| GAUSSER, verbe A. − Vieilli 1. Emploi trans. Tourner (quelqu'un) en ridicule, railler. Entendez-les qui nous gaussent (Verlaine, Poèmes divers,1896, p. 848) : 1. Il ne passe personne dans la rue qui ne soit étudié. Aussi, jadis, quand un étranger arrivait dans une ville de province, était-il gaussé de porte en porte.

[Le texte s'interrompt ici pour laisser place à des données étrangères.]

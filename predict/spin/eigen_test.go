package spin

import (
	"math"
	"math/rand/v2"
	"slices"
	"testing"

	"gonum.org/v1/gonum/mat"
)

// chainBlock returns the largest Mz block of the Hamiltonian of chain(n, step)
// at 400 MHz.
func chainBlock(n int, step float64) *mat.SymDense {
	sys := chain(n, step)
	es := reduce(sys, 400)
	jm := es.j
	spins := make([]cspin, len(es.g))
	for i, g := range es.g {
		spins[i] = cspin{twoF: 1, nu: g.nu, grp: i}
	}
	b := newBasis(spins)
	return b.hamiltonian(n/2, jm)
}

// checkEigen checks symEigen on a against gonum's mat.EigenSym: the same
// sorted eigenvalues, and A·v = λv with orthonormal v (linear algebra
// identities, no source needed).
func checkEigen(t *testing.T, a *mat.SymDense) {
	t.Helper()
	n := a.SymmetricDim()
	var ref mat.EigenSym
	if !ref.Factorize(a, false) {
		t.Fatal("reference did not converge")
	}
	want := ref.Values(nil)
	work := mat.NewSymDense(n, nil)
	work.CopySym(a)
	vals, ok := symEigen(work.RawSymmetric().Data, n)
	if !ok {
		t.Fatal("symEigen did not converge")
	}
	v := mat.NewDense(n, n, work.RawSymmetric().Data)
	norm := mat.Norm(a, math.Inf(1)) + 1
	got := slices.Clone(vals)
	slices.Sort(got)
	for i := range want {
		if math.Abs(got[i]-want[i]) > 1e-12*norm*float64(n) {
			t.Fatalf("n=%d: eigenvalue %d = %v, reference %v", n, i, got[i], want[i])
		}
	}
	var av, vl, vtv mat.Dense
	av.Mul(a, v)
	vl.Scale(1, v)
	for j, l := range vals {
		for i := 0; i < n; i++ {
			vl.Set(i, j, v.At(i, j)*l)
		}
	}
	av.Sub(&av, &vl)
	if r := mat.Norm(&av, math.Inf(1)); r > 1e-11*norm*float64(n) {
		t.Fatalf("n=%d: residual |AV−VΛ| = %g", n, r)
	}
	vtv.Mul(v.T(), v)
	for i := 0; i < n; i++ {
		vtv.Set(i, i, vtv.At(i, i)-1)
	}
	if r := mat.Norm(&vtv, math.Inf(1)); r > 1e-12*float64(n) {
		t.Fatalf("n=%d: |VᵀV−I| = %g", n, r)
	}
}

func TestSymEigen(t *testing.T) {
	rng := rand.New(rand.NewPCG(1, 2))
	for _, n := range []int{1, 2, 3, 7, 40, 130} {
		a := mat.NewSymDense(n, nil)
		for i := 0; i < n; i++ {
			for j := i; j < n; j++ {
				a.SetSym(i, j, rng.NormFloat64())
			}
		}
		checkEigen(t, a)
	}
	// Degenerate eigenvalues: a diagonal matrix with repeats, and a
	// matrix with a 3-fold eigenvalue (I + u·uᵀ has n−1 eigenvalues 1).
	checkEigen(t, mat.NewSymDense(4, []float64{2, 0, 0, 0, 0, 2, 0, 0, 0, 0, 1, 0, 0, 0, 0, 2}))
	u := []float64{1, 2, 3, 4}
	d := mat.NewSymDense(4, nil)
	for i := range u {
		for j := i; j < 4; j++ {
			x := u[i] * u[j]
			if i == j {
				x++
			}
			d.SetSym(i, j, x)
		}
	}
	checkEigen(t, d)
	// Extreme scales (the solver rescales them).
	// Eigenvalues of f·X are f times those of X (gonum's own EigenSym
	// panics in its scaling step at these sizes, so X is the reference).
	x := mat.NewSymDense(3, []float64{1, 2, 0, 2, 3, 1, 0, 1, -1})
	var ref mat.EigenSym
	ref.Factorize(x, false)
	want := ref.Values(nil)
	for _, f := range []float64{1e-200, 1e250} {
		y := mat.NewSymDense(3, nil)
		y.ScaleSym(f, x)
		vals, ok := symEigen(y.RawSymmetric().Data, 3)
		if !ok {
			t.Fatalf("scale %g: no convergence", f)
		}
		slices.Sort(vals)
		for i := range vals {
			if math.Abs(vals[i]/f-want[i]) > 1e-13 {
				t.Errorf("scale %g: eigenvalue %d = %g·f, want %g·f", f, i, vals[i]/f, want[i])
			}
		}
	}
	// A spin Hamiltonian block (Hz, spread over hundreds of Hz).
	checkEigen(t, chainBlock(8, 0.05))
}

func BenchmarkSymEigen252(b *testing.B) { benchEigen(b, chainBlock(10, 0.05), false) }
func BenchmarkEigenSym252(b *testing.B) { benchEigen(b, chainBlock(10, 0.05), true) }
func BenchmarkSymEigen924(b *testing.B) { benchEigen(b, chainBlock(12, 0.05), false) }
func BenchmarkEigenSym924(b *testing.B) { benchEigen(b, chainBlock(12, 0.05), true) }

func benchEigen(b *testing.B, a *mat.SymDense, gonum bool) {
	n := a.SymmetricDim()
	w := mat.NewSymDense(n, nil)
	c0, k := cpuTime(), 0
	defer func() { b.ReportMetric(float64((cpuTime()-c0).Nanoseconds())/float64(k), "cpu-ns/op") }()
	for b.Loop() {
		k++
		if gonum {
			var es mat.EigenSym
			es.Factorize(a, true)
			continue
		}
		w.CopySym(a)
		symEigen(w.RawSymmetric().Data, n)
	}
}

Balzac, E. Grandet,1834, p. 9. − Emploi trans. indir. Et Charpentier aussitôt de gausser sur la grossesse de MmeDaudet (...) et de rire de l'amusante colère de la pauvre femme (Goncourt, Journal,1885, p. 508). 2. Emploi intrans. Plaisanter. Pierre s'arrête, rit, et en gaussant me dit : − La voilà bonne ton herbe (Courier, Pamphlets pol., Gaz. vill., 1823, p. 187). B. − Emploi pronom., cour. Se moquer ouvertement (de quelqu'un ou de quelque chose). Elle n'était point du tout pieuse alors et se gaussait des curés, voire d'autre chose, avec une liberté extrême (Sand, Hist. vie, t. 2, 1855, p. 311).L'on a trop dit que Molière se gaussait de la médecine. Non point : il rit des médecins et de ce qu'ils avaient fait de la médecine (Gide, Feuillets,1937, p. 1292) : 2. Il ne tarissait pas en grosses plaisanteries sur les femmes qui portent culotte; et il se gaussait de son ami, qui se laissait mettre sous la pantoufle.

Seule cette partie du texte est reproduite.